XP musste man nicht zwingend defragmentieren, das hat sich einfach selbst zugemüllt. Seit ich Windows Vista nutzte, hatte ich keine derartigen Probleme mehr. Die Betriebssysteme von MS sind seit dem sehr stabil und so oft erscheinen Updates ja auch wieder nicht. Windows 7 hat bei mir mit SSD auch nach 2 Jahren noch flink reagiert und Windows 8.1 startet in 4 Sekunden.


> Doch, solche Spekulationen sorgen mal für einen breiteren Tellerrand, der bei diesen, überwiegend auf's Zocken bedachten Usern solcher Foren natürlich gerade mal den Umfang eines Mauslochs hat. OpenGL gibt es schon länger als DirectX, wobei letzteres schlichtweg eine sehr indirekte und daher unperformante Schnittstelle ist, was sich mit der Windows-Exklusivität erkauft hat. Warum machte AMD kürzlich mit Mantle einen Vorstoß in Richtung effizientere Programmierschnittstelle? Mag sein, dass DirectX sehr umfangreiche Bibliotheken zur Verfügung stellt, aber was bringt das, wenn man es schlichtweg nicht oder nur unter sehr großem Aufwand umsetzen kann?


Ich nutzte in den 90ern eine Voodoo unter OpenGL, weis also dahingehend bescheid. DirectX wurde gerade in den letzten Jahren viel besser und OpenGL sticht da auch nicht sonderlich hervor, deswegen war Mantle eigentlich ein logischer Schritt. Du spekulierst hier, nicht ich!

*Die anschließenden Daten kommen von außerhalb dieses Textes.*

@pytest.mark.parametrize("score", SCORES)
@settings(max_examples=15)
@given(st.integers(1, 9), st.integers(2, 5), st.integers(0, 2**32))
def test_restarts_keep_the_best_of_plain_searches(score: Score, p: int, restarts: int, seed: int) -> None:
    """With restarts the answer is the best of the searches from no arcs and from the drawn sparse graphs."""
    rng = np.random.default_rng(seed)
    data = draw_data(rng.integers(2, 4, p).tolist(), 300, rng, mean=2.5)
    plain = PlainSearch(data, score, 1.0, 2)
    starts = [no_arcs(data)]
    draws = np.random.default_rng(seed)
    for _ in range(restarts):
        mean = min(1.0, (p - 1) / 2)
        starts.append(draw_along_random_order(p, mean_parents=mean, max_parents=2, rng=draws))
    ends = [plain.climb(start) for start in starts]
    totals = [plain.total(end, set(range(p))) for end in ends]
    best, best_total = ends[0], totals[0]
    for end, total in zip(ends, totals, strict=True):
        if total > best_total + tie_width(300):
            best, best_total = end, total

    graph = hill_climbing(
        data, score=score, max_parents=2, restarts=restarts, rng=np.random.default_rng(seed)
    )

    assert np.array_equal(best, graph.arrow)


@pytest.mark.parametrize("score", SCORES)
def test_the_answer_is_a_local_optimum_of_network_score(score: Score) -> None:
    """No legal move raises `network_score`, and no search from random starts ends lower than without them."""
    rng = np.random.default_rng(15)
    data = draw_data(rng.integers(2, 4, 15).tolist(), 800, rng)
    plain = PlainSearch(data, score, 1.0, 4)

    graph = hill_climbing(data, score=score, rng=unused_rng())
    restarted = hill_climbing(data, score=score, restarts=5, rng=np.random.default_rng(16))

    assert max(gain for gain, _ in plain.moves(graph.arrow)) <= tie_width(800)
    reached = network_score(data, graph, score=score)
    assert reached == pytest.approx(plain.total(graph.arrow, set(range(15))), rel=1e-12)
    assert network_score(data, restarted, score=score) >= reached - tie_width(800)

> Ihr immer mit euren "Zocker-Geräten", selbst wenn Microsoft genannte Plattform etabliert hat, so tun sie doch seit bald 10 Jahren alles dafür ihn wieder von der Bildfläche verschwinden zu lassen. Da schimpft man immer auf Activision oder EA, weil sie ja so grottige Spiele rausbringen, letztere versuchen aber immerhin im Gegensatz zu Microsoft den PC noch als Spieleplattform zu unterstützen, Microsoft dagegen sind mit ihrer erkauften Xbox-Exklusivität und den damit, wenn überhaupt, verbundenen Alibi-Portierungen, Games-for-fucking-Windows und der Tatsache, dass sie heute schlichtweg weniger für's "Windows-Gaming" tun als noch früher, eigentlich die allergrößten Judasse.


 Das ist kein Argument, Nintendo und Sony haben genauso ihre Exklusivtitel. Das bringt das derzeitige Publisher- und Konsolenbild nun mal mit sich.


----------



## Two-Face (9. Dezember 2013)

belle schrieb:


> Ich hatte bereits mehrfach Linux im Einsatz und die GUI von Windows fühlt sich MEIST einfach intuitiver an. Meine persönliche Meinung...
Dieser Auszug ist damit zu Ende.